Today I read a paper titled “Keypoint Encoding for Improved Feature Extraction from Compressed Video at Low Bitrates”
The abstract is:
In many mobile visual analysis applications, compressed video is transmitted over a communication network and analyzed by a server.
Typical processing steps performed at the server include keypoint detection, descriptor calculation, and feature matching.
Video compression has been shown to have an adverse effect on feature-matching performance.
The negative impact of compression can be reduced by using the keypoints extracted from the uncompressed video to calculate descriptors from the compressed video.

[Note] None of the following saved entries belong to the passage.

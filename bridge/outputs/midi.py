"""MIDI out: a named or virtual port (mido with python-rtmidi) and a Standard MIDI File.

Building the bytes (``midi_bytes``) is separate from sending them. Both outputs keep a
``SoundingNotes`` ledger: on ``Release`` and on close every note still sounding gets its
note-off, then every channel used gets All Notes Off (controller 123, value 0), so no
note is left hanging on a synthesiser when the daemon stops.
"""

from __future__ import annotations

import os
import tempfile
import time
from pathlib import Path

from ..mapping.messages import Arm, MidiControl, MidiNote, MidiProgram, Release
from .base import Output, OutputUnavailable, _refuse

ALL_NOTES_OFF = 123  # MIDI 1.0 channel mode message: controller 123, value 0
DEFAULT_BACKEND = "mido.backends.rtmidi"


def midi_bytes(message) -> bytes:
    """The MIDI 1.0 bytes of a message: status byte (kind | channel − 1), then data bytes."""
    if isinstance(message, MidiNote):
        status = (0x90 if message.on else 0x80) | (message.channel - 1)
        return bytes((status, message.note, message.velocity))
    if isinstance(message, MidiControl):
        return bytes((0xB0 | (message.channel - 1), message.controller, message.value))
    if isinstance(message, MidiProgram):
        return bytes((0xC0 | (message.channel - 1), message.program))
    raise TypeError(f"not a MIDI message: {type(message).__name__}")


class SoundingNotes:
    """Which notes sound on which channel (1–16), and which channels were ever used."""

    def __init__(self):
        self.sounding: dict[int, set[int]] = {}
        self.channels_used: set[int] = set()

    def note(self, message) -> None:
        """Account for a message about to be sent."""
        ch = getattr(message, "channel", None)
        if ch is None:
            return
        self.channels_used.add(ch)
        if isinstance(message, MidiNote):
            notes = self.sounding.setdefault(ch, set())
            # MIDI 1.0: a note-on with velocity 0 is a note-off
            if message.on and message.velocity > 0:
                notes.add(message.note)
            else:
                notes.discard(message.note)
        elif isinstance(message, MidiControl) and message.controller == ALL_NOTES_OFF:
            self.sounding.pop(ch, None)

    def release_messages(self) -> list:
        """Note-off for each sounding note, then All Notes Off on every channel used."""
        out = [MidiNote(ch, n, 0, on=False) for ch in sorted(self.sounding) for n in sorted(self.sounding[ch])]
        out += [MidiControl(ch, ALL_NOTES_OFF, 0) for ch in sorted(self.channels_used)]
        self.sounding.clear()
        return out


NO_MIDI_SYSTEM = (
    "no MIDI system to open a port with ({error}). On Linux either load the ALSA sequencer "
    "(sudo modprobe snd-seq; check that /dev/snd/seq exists) or start a JACK server "
    "(e.g. jackd --no-realtime -d dummy) and set api = \"mido.backends.rtmidi/UNIX_JACK\" on the "
    "destination (or MIDO_BACKEND). macOS has CoreMIDI built in; on Windows use a named port, as Windows "
    "MIDI cannot create virtual ports. The other destinations keep running."
)


def jack_server_socket(server_name: str = "") -> Path:
    """Where a JACK 2 server on Linux listens: ``/dev/shm/jack_<server>_<uid>_0``.

    The server name is ``server_name``, else JACK_DEFAULT_SERVER, else "default" (as libjack
    picks it). A server that stops removes the socket; one that starts makes a new one."""
    name = server_name or os.environ.get("JACK_DEFAULT_SERVER", "") or "default"
    uid = os.getuid() if hasattr(os, "getuid") else 0
    return Path("/dev/shm") / f"jack_{name}_{uid}_0"


def _identity(path: Path) -> tuple | None:
    try:
        st = path.stat()
    except OSError:
        return None
    return (st.st_dev, st.st_ino)


class MidiPortOutput(Output):
    """Sends to a MIDI port by name, or creates a virtual port others can connect to.

    ``api`` is a mido backend name such as "mido.backends.rtmidi/UNIX_JACK"; empty means
    MIDO_BACKEND from the environment, else mido's rtmidi default for the platform.

    On JACK the port belongs to the server it was opened on. When that server stops,
    libjack frees the client the next time anything in the process opens a JACK client,
    and touching the old port after that crashes the process (python-rtmidi still holds
    the freed client). So the output notes which server socket it was opened on and, once
    that server is gone or replaced, drops messages and lets go of nothing on close: the
    notes ended with the server.
    """

    def __init__(self, name: str, port_name: str = "", virtual: bool = False, api: str = "",
                 client_name: str = "drape", settle_s: float = 0.2):
        super().__init__(name)
        self.settle_s = settle_s
        import mido
        api = api or os.environ.get("MIDO_BACKEND", "") or DEFAULT_BACKEND
        try:
            self.backend = mido.Backend(api, load=True)
        except ImportError as exc:
            raise OutputUnavailable(
                f"MIDI output {name!r}: the MIDI backend {api!r} cannot load ({exc}); "
                "install the extra: pip install 'drape-bridge[midi]'") from None
        if virtual and not port_name:
            raise ValueError(f"MIDI output {name!r}: a virtual port needs a port_name")
        try:
            if virtual:
                self.port = self.backend.open_output(port_name, virtual=True, client_name=client_name)
            else:
                names = self.backend.get_output_names()
                if not port_name and not names:
                    raise OutputUnavailable(
                        f"MIDI output {name!r}: no MIDI output ports exist; connect a device, "
                        "or set virtual = true with a port_name to create one")
                if port_name and port_name not in names:
                    raise OutputUnavailable(
                        f"MIDI output {name!r}: no port named {port_name!r}; "
                        f"ports now: {', '.join(names) or 'none'}")
                self.port = self.backend.open_output(port_name or None)
        except OutputUnavailable:
            raise
        except OSError as exc:  # rtmidi.SystemError is an OSError: no ALSA sequencer, no JACK server
            raise OutputUnavailable(f"MIDI output {name!r}: " + NO_MIDI_SYSTEM.format(error=exc)) from None
        self.port_name = self.port.name
        self.notes = SoundingNotes()
        self._closed = False
        self._jack_socket = None
        if getattr(self.port, "api", "") == "UNIX_JACK":
            sock = jack_server_socket()
            self._jack_server = _identity(sock)
            if self._jack_server is not None:  # elsewhere (JACK 1, other systems) nothing to watch
                self._jack_socket = sock

    def server_gone(self) -> bool:
        """True when the JACK server this port was opened on has stopped (or was replaced)."""
        return self._jack_socket is not None and _identity(self._jack_socket) != self._jack_server

    def _write(self, message) -> None:
        import mido
        if self.server_gone():
            raise ConnectionError(f"the JACK server of MIDI port {self.port_name!r} stopped; "
                                  "restart drape once JACK runs again")
        self.port.send(mido.Message.from_bytes(midi_bytes(message)))
        self.notes.note(message)

    def _send(self, message) -> None:
        if isinstance(message, Release):
            self.release()
        elif isinstance(message, Arm):
            pass
        elif isinstance(message, (MidiNote, MidiControl, MidiProgram)):
            self._write(message)
        else:
            _refuse(self.name, message)

    def release(self) -> None:
        """Note-off for every sounding note and All Notes Off on every channel used."""
        for m in self.notes.release_messages():
            self._write(m)

    def close(self) -> None:
        """Release, give the MIDI system ``settle_s`` to deliver it, then close the port.

        Some MIDI systems (JACK) hand messages over on their next processing cycle; closing
        the port at once could lose the very note-offs that close is for."""
        if self._closed:
            return
        self._closed = True
        if self.server_gone():
            # the client may already be freed by libjack: leave it (and its notes, gone with
            # the server) alone rather than crash the process on the way out
            self.stats.last_error = f"JACK server stopped under port {self.port_name!r}; nothing to release"
            self.port.closed = True  # nor may mido's port close it when collected
            return
        try:
            sounding = sum(len(n) for n in self.notes.sounding.values())
            self.release()
            self.stats.on_close = (f"note-off for {sounding} sounding note{'' if sounding == 1 else 's'}, "
                                   "All Notes Off on every channel used")
            time.sleep(self.settle_s)
        finally:
            self.port.close()


class MidiFileOutput(Output):
    """Records everything sent into a Standard MIDI File (format 0), written on close.

    Times come from ``clock`` (seconds); the file uses ``ticks_per_beat`` at 120 beats per
    minute (tempo 500 000 µs per beat), so one second is 2 × ticks_per_beat ticks.
    A file already at ``path`` (the last rehearsal's, another garment's) is kept: the
    recording goes to the first free ``NAME-1.mid``, ``NAME-2.mid``, ... and closing says where.
    """

    TEMPO_US_PER_BEAT = 500_000

    def __init__(self, name: str, path: str | Path, ticks_per_beat: int = 480, clock=time.monotonic):
        super().__init__(name)
        if not path:
            raise ValueError(f"MIDI file output {name!r} needs a path")
        self.path = Path(path)
        if not self.path.parent.is_dir():
            raise OutputUnavailable(f"MIDI file output {name!r}: folder {self.path.parent} does not exist")
        self.ticks_per_beat = ticks_per_beat
        self._clock = clock
        self._start_s = clock()
        self._events: list[tuple[float, bytes]] = []
        self.notes = SoundingNotes()
        self._closed = False
        self.written: Path | None = None   # where the recording went (set by the first write)

    def _record(self, message) -> None:
        self._events.append((self._clock() - self._start_s, midi_bytes(message)))
        self.notes.note(message)

    def _send(self, message) -> None:
        if isinstance(message, Release):
            for m in self.notes.release_messages():
                self._record(m)
        elif isinstance(message, Arm):
            pass
        elif isinstance(message, (MidiNote, MidiControl, MidiProgram)):
            self._record(message)
        else:
            _refuse(self.name, message)

    def write(self) -> Path:
        """Write what was recorded so far (replacing the file in one step)."""
        import mido
        f = mido.MidiFile(type=0, ticks_per_beat=self.ticks_per_beat)
        track = mido.MidiTrack()
        track.append(mido.MetaMessage("set_tempo", tempo=self.TEMPO_US_PER_BEAT, time=0))
        last_tick = 0
        for t_s, data in self._events:
            tick = round(mido.second2tick(t_s, self.ticks_per_beat, self.TEMPO_US_PER_BEAT))
            track.append(mido.Message.from_bytes(data, time=max(0, tick - last_tick)))
            last_tick = max(last_tick, tick)
        track.append(mido.MetaMessage("end_of_track", time=0))
        f.tracks.append(track)
        fd, tmp = tempfile.mkstemp(prefix=".drape-", suffix=".mid", dir=self.path.parent)
        os.close(fd)
        try:
            f.save(tmp)
            if self.written is None:
                self.written = _place_new(tmp, self.path)
            else:  # our own file from an earlier write
                os.replace(tmp, self.written)
        finally:
            if os.path.exists(tmp):
                os.unlink(tmp)
        return self.written

    def close(self) -> None:
        if self._closed:
            return
        self._closed = True
        for m in self.notes.release_messages():
            self._record(m)
        path = self.write()
        self.stats.on_close = f"written to {path}" + (f" ({self.path.name} was there already and is kept)"
                                                     if path != self.path else "")


def _place_new(tmp: str, path: Path) -> Path:
    """Put the finished file ``tmp`` at ``path``, or at the first free ``NAME-N.mid`` beside
    it when a file is there already; never over an existing file. Returns where it went."""
    for n in range(10_000):
        target = path if n == 0 else path.with_name(f"{path.stem}-{n}{path.suffix}")
        try:
            os.link(tmp, target)   # fails if the name is taken, even by a file made a moment ago
            return target
        except FileExistsError:
            continue
        except OSError:            # no hard links here (a FAT stick): look, then move
            if not target.exists():
                os.replace(tmp, target)
                return target
    raise OSError(f"no free name beside {path} (NAME-1.mid to NAME-9999.mid are all taken)")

Based on this observation, we propose to provide these keypoints to the server as side information and to extract only the descriptors from the compressed video.
First, we introduce four different frame types for keypoint encoding to address different types of changes in video content.
These frame types represent a new scene, the same scene, a slowly changing scene, or a rapidly moving scene and are determined by comparing features between successive video frames.
Then, we propose Intra, Skip and Inter modes of encoding the keypoints for different frame types.
For example, keypoints for new scenes are encoded using the Intra mode, and keypoints for unchanged scenes are skipped.
As a result, the bitrate of the side information related to keypoint encoding is significantly reduced.
Finally, we present pairwise matching and image retrieval experiments conducted to evaluate the performance of the proposed approach using the Stanford mobile augmented reality dataset and 720p format videos.
The results show that the proposed approach offers significantly improved feature matching and image retrieval performance at a given bitrate.